Among the entries below, how many lines hold the word "UCUM"? Reply with the number only.

━━ Recorded data

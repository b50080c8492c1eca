"""The sitting's panels: keep, move, compare, save and load, by the keyboard alone."""

from __future__ import annotations

import csv
import re
from datetime import datetime

import pytest
from textual.widgets import Input
from tui_helpers import PANELS, keep_two, key_in, processes_line, replace_value

import acidbase
from acidbase.demo import DEMO_PANELS
from acidbase.fields import NUMERIC, TEXT_FIELDS
from tui.app import make_app
from tui.screens.compare import CompareScreen, CompareTable
from tui.screens.series import SeriesScreen, SeriesTable
from tui.sitting import COLUMNS, Entry, read_csv, write_csv
from tui.widgets.reading import ReadingPane


async def test_keeping_adds_the_panel_and_moving_shows_each_in_turn():
    app = make_app()
    async with app.run_test(size=(80, 24)) as pilot:
        await keep_two(pilot)
        assert len(app.sitting.entries) == 2 and app.sitting.current is None
        await pilot.press("f6", "f6")  # the last kept, then the one before it
        await pilot.pause()
        assert app.sitting.current == 0
        assert app.screen.query_one("#pco2", Input).value == "60"
        assert app.screen.query_one("#hco3", Input).value == "25.7"
        # Narins & Emmett 1980: HCO3 25.7 at pCO2 60 is in the acute band (26 +/- 2)
        assert processes_line(app) == "Processes: respiratory acidosis (acute, primary)"
        await pilot.press("f7")
        await pilot.pause()
        assert app.screen.query_one("#hco3", Input).value == "31.0"
        assert processes_line(app) == "Processes: respiratory acidosis (chronic, primary)"
        await pilot.press("f7")  # past the last: stays, and says so
        await pilot.pause()
        assert app.sitting.current == 1
        assert "No panel that way" in str(app.screen.query_one("#status").render())


async def test_keying_over_a_kept_panel_leaves_it_as_kept():
    app = make_app()
    async with app.run_test(size=(80, 24)) as pilot:
        await key_in(pilot, PANELS["normal"])
        await pilot.press("f5")
        await replace_value(pilot, "na", "142")
        assert app.sitting.entries[0].data["na"] == "140"


async def test_an_accepted_edit_updates_an_opened_kept_panel_a_refused_one_does_not():
    app = make_app()
    async with app.run_test(size=(80, 24)) as pilot:
        await key_in(pilot, PANELS["normal"])
        await pilot.press("f5", "f6")  # keep it, then open it
        await replace_value(pilot, "ph", "7.41")
        assert app.sitting.entries[0].data["ph"] == "7.41"
        # pH is required (clearing it on the way is refused too) and 9.9 is beyond the accepted
        # range: refused.  (Na+ would not do: emptying it on the way is a valid bare gas.)
        await replace_value(pilot, "ph", "9.9")
        assert app.sitting.entries[0].data["ph"] == "7.41"
        assert app.screen.query_one(ReadingPane).stale


async def test_compare_shows_two_panels_side_by_side_with_their_differences():
    app = make_app()
    async with app.run_test(size=(80, 24)) as pilot:
        await keep_two(pilot)
        await pilot.press("f8")
        await pilot.pause()
        assert isinstance(app.screen, CompareScreen)
        table = app.screen.query_one(CompareTable)
        rows = {str(table.get_row_at(i)[0]): [str(c) for c in table.get_row_at(i)[1:]]
                for i in range(table.row_count)}
        assert rows["pH"] == ["7.25", "7.33", "+0.08", ""]  # pH has no unit to show
        # typed "31.0" (tui_helpers.PANELS): shown as reported, trailing zero included
        assert rows["HCO3-"] == ["25.7", "31.0", "+5.3", "mmol/L"]
        assert rows["consistency"] == ["consistent", "consistent", "same", ""]
        words = str(app.screen.query_one("#compare-processes").render())
        assert "A processes: respiratory acidosis (acute, primary)" in words
        assert "B processes: respiratory acidosis (chronic, primary)" in words
        await pilot.press("escape")
        assert not isinstance(app.screen, CompareScreen)


async def test_compare_shows_ph_to_two_decimals_as_reported():
    """7.40 and 7.30, not 7.4 and 7.3 (pH is reported to two decimals at least:
    chemistry.PH_MIN_DECIMALS), and their difference to two decimals."""
    app = make_app()
    async with app.run_test(size=(80, 24)) as pilot:
        await key_in(pilot, ("7.40", "40", "24.2", "140", "104"))
        await pilot.press("f5", "ctrl+n")
        await key_in(pilot, ("7.30", "40", "19.2", "140", "104"))
        await pilot.press("f5")
        await pilot.pause()
        await pilot.press("f8")
        await pilot.pause()
        table = app.screen.query_one(CompareTable)
        rows = {str(table.get_row_at(i)[0]): [str(c) for c in table.get_row_at(i)[1:]]
                for i in range(table.row_count)}
        assert rows["pH"] == ["7.40", "7.30", "-0.10", ""]


async def test_compare_needs_two_panels_and_says_so():
    app = make_app()
    async with app.run_test(size=(80, 24)) as pilot:
        await key_in(pilot, PANELS["normal"])
        await pilot.press("f5", "f8")
        await pilot.pause()
        assert not isinstance(app.screen, CompareScreen)
        assert "two kept panels" in str(app.screen.query_one("#status").render())


async def test_the_series_list_opens_and_removes_panels():
    app = make_app()
    async with app.run_test(size=(80, 24)) as pilot:
        await keep_two(pilot)
        await pilot.press("f9")
        await pilot.pause()
        assert isinstance(app.screen, SeriesScreen)
        table = app.screen.query_one(SeriesTable)
        assert table.row_count == 2
        assert str(table.get_row_at(0)[-1]) == "respiratory acidosis (acute, primary)"
        await pilot.press("enter")  # the cursor starts on the first panel
        await pilot.pause()
        assert app.sitting.current == 0
        assert app.screen.query_one("#hco3", Input).value == "25.7"
        await pilot.press("f9", "delete")
        await pilot.pause()
        assert len(app.sitting.entries) == 1
        assert app.sitting.current is None


async def save_as(pilot, kind_steps: int, path) -> None:
    """Ctrl+S, step the kind with the right arrow, type the path, Enter."""
    await pilot.press("ctrl+s")
    await pilot.pause()
    for _ in range(kind_steps):
        await pilot.press("right")
    await pilot.press("tab", "ctrl+u", *str(path), "enter")
    await pilot.pause()


async def test_saving_the_series_and_loading_it_back_gives_the_same_readings(tmp_path,
                                                                          monkeypatch):
    monkeypatch.chdir(tmp_path)  # a short relative name to type
    path = tmp_path / "s.csv"
    app = make_app()
    async with app.run_test(size=(80, 24)) as pilot:
        await keep_two(pilot)
        await pilot.press("f6")  # open the second kept panel
        await replace_value(pilot, "pco2", "8")  # 8 kPa = 60.0 mm[Hg]
        await pilot.press("f2", "r")  # reinterpret: the second panel's pCO2 is read in kPa
        await pilot.pause()
        assert app.sitting.entries[1].data["pco2_unit"] == "kPa"
        before = [acidbase.interpret(e.panel()) for e in app.sitting.entries]
        await save_as(pilot, 2, "s.csv")  # text -> markdown -> csv
        assert "Saved 2 panels" in str(app.screen.query_one("#status").render())

    with path.open(newline="") as fh:
        rows = list(csv.DictReader(fh))
    assert tuple(rows[0]) == COLUMNS
    # canonical unit: 8 kPa x 7.50062 = 60.005 mm[Hg] (UCUM: 1 mm[Hg] = 0.133322 kPa)
    assert float(rows[1]["pco2"]) == pytest.approx(60.005, abs=0.001)

    app = make_app()
    async with app.run_test(size=(80, 24)) as pilot:
        await pilot.press("ctrl+o")
        await pilot.pause()
        await pilot.press("ctrl+u", *"s.csv", "enter")
        await pilot.pause()
        assert len(app.sitting.entries) == 2 and app.sitting.current == 0
        after = [acidbase.interpret(e.panel()) for e in app.sitting.entries]
        assert [a.disorders for a in after] == [b.disorders for b in before]
        assert [a.codes() for a in after] == [b.codes() for b in before]
        for a, b in zip(after, before):
            for key, value in b.derived.items():
                assert a.derived[key] == pytest.approx(value, rel=1e-12) if value is not None \
                    else a.derived[key] is None
        assert processes_line(app) == "Processes: respiratory acidosis (acute, primary)"


async def key_in_labelled(pilot) -> None:
    """The mixed panel with pCO2 in kPa, and the patient, sample and time filled in."""
    await key_in(pilot, PANELS["mixed"])
    await replace_value(pilot, "pco2", "5.33")  # 5.33 kPa = 40.0 mm[Hg] (UCUM factor)
    await pilot.press("f2")  # refused as mmHg: F2 reads the typed number in kPa, unasked
    for name, text in (("collected_at", "2026-11-30T21:40"), ("patient_id", "P-0042"),
                       ("sample_id", "S 17/a")):
        await replace_value(pilot, name, text)


@pytest.mark.parametrize(("steps", "markdown"), [(0, False), (1, True)])
async def test_the_report_for_the_chart_says_whose_when_and_with_what(tmp_path, monkeypatch,
                                                                      steps, markdown):
    monkeypatch.chdir(tmp_path)
    app = make_app()
    async with app.run_test(size=(80, 24)) as pilot:
        await key_in_labelled(pilot)
        reading = app.screen.query_one(ReadingPane).reading
        await save_as(pilot, steps, "r")
    text = (tmp_path / "r").read_text(encoding="utf-8")
    assert all(len(line) <= 80 for line in text.splitlines() if not line.startswith("|"))
    flat = " ".join(text.split())
    for words in ("P-0042", "S 17/a", "2026-11-30T21:40", f"acidbase {acidbase.__version__}",
                  "anion_gap_high = 12.0", "pCO2 5.33 kPa", "pH 7.20 [pH]", "Na+ 140 mmol/L"):
        assert words in flat, words
    read_at = re.search(r"Read at:\W* (\S+)", text).group(1)
    assert datetime.fromisoformat(read_at).tzinfo is not None
    # the reading is the library's: every finding, and the full caution
    for f in reading.findings:
        assert f.code in flat
    assert " ".join(acidbase.CAUTION.split()) in flat.replace("> ", "")
    assert reading.inputs["pco2"]["value"] == pytest.approx(40.0, abs=0.05)


async def test_a_report_is_not_saved_while_the_form_holds_a_refused_value(tmp_path,
                                                                        monkeypatch):
    monkeypatch.chdir(tmp_path)
    app = make_app()
    async with app.run_test(size=(80, 24)) as pilot:
        await key_in(pilot, PANELS["mixed"])
        await replace_value(pilot, "na", "20")  # below the accepted range: refused
        await save_as(pilot, 0, "r")
        # the dialog stays open and says why (a failed save never closes it)
        assert type(app.screen).__name__ == "SaveScreen"
        assert "Not saved" in app.screen.problem
    assert not (tmp_path / "r").exists()


async def test_the_file_name_offered_carries_the_sample_id_and_the_time():
    app = make_app()
    async with app.run_test(size=(80, 24)) as pilot:
        await key_in_labelled(pilot)
        await pilot.press("ctrl+s")
        await pilot.pause()
        name = app.screen.query_one("#path").value
        assert re.fullmatch(r"acidbase-S-17-a-\d{8}-\d{4}\.txt", name), name


async def test_an_existing_file_is_replaced_only_after_a_yes(tmp_path, monkeypatch):
    monkeypatch.chdir(tmp_path)
    (tmp_path / "r").write_text("kept\n", encoding="utf-8")
    app = make_app()
    async with app.run_test(size=(80, 24)) as pilot:
        await key_in(pilot, PANELS["mixed"])
        await save_as(pilot, 0, "r")
        assert type(app.screen).__name__ == "ConfirmScreen"
        await pilot.press("n")
        await pilot.pause()
        assert (tmp_path / "r").read_text(encoding="utf-8") == "kept\n"
        await pilot.press("enter")  # still in the save dialog: ask again, say yes
        await pilot.pause()
        await pilot.press("y")
        await pilot.pause()
    assert (tmp_path / "r").read_text(encoding="utf-8").startswith("acidbase reading")


async def test_quitting_with_unsaved_kept_panels_asks_first():
    app = make_app()
    async with app.run_test(size=(80, 24)) as pilot:
        await key_in(pilot, PANELS["normal"])
        await pilot.press("f5", "ctrl+q")
        await pilot.pause()
        assert type(app.screen).__name__ == "ConfirmScreen"
        # one panel: "1 panel ... is ... saves it" (it said "1 kept panels are not saved")
        assert "1 panel kept in this sitting is not saved (Ctrl+S, then CSV, saves it)" in str(
            app.screen.query_one("#question").render())
        await pilot.press("escape")
        await pilot.pause()
        assert app.is_running and app.focused.id == "cl"
        await pilot.press("ctrl+q", "y")
        await pilot.pause()
        assert not app.is_running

━━━━

**The completed task**
2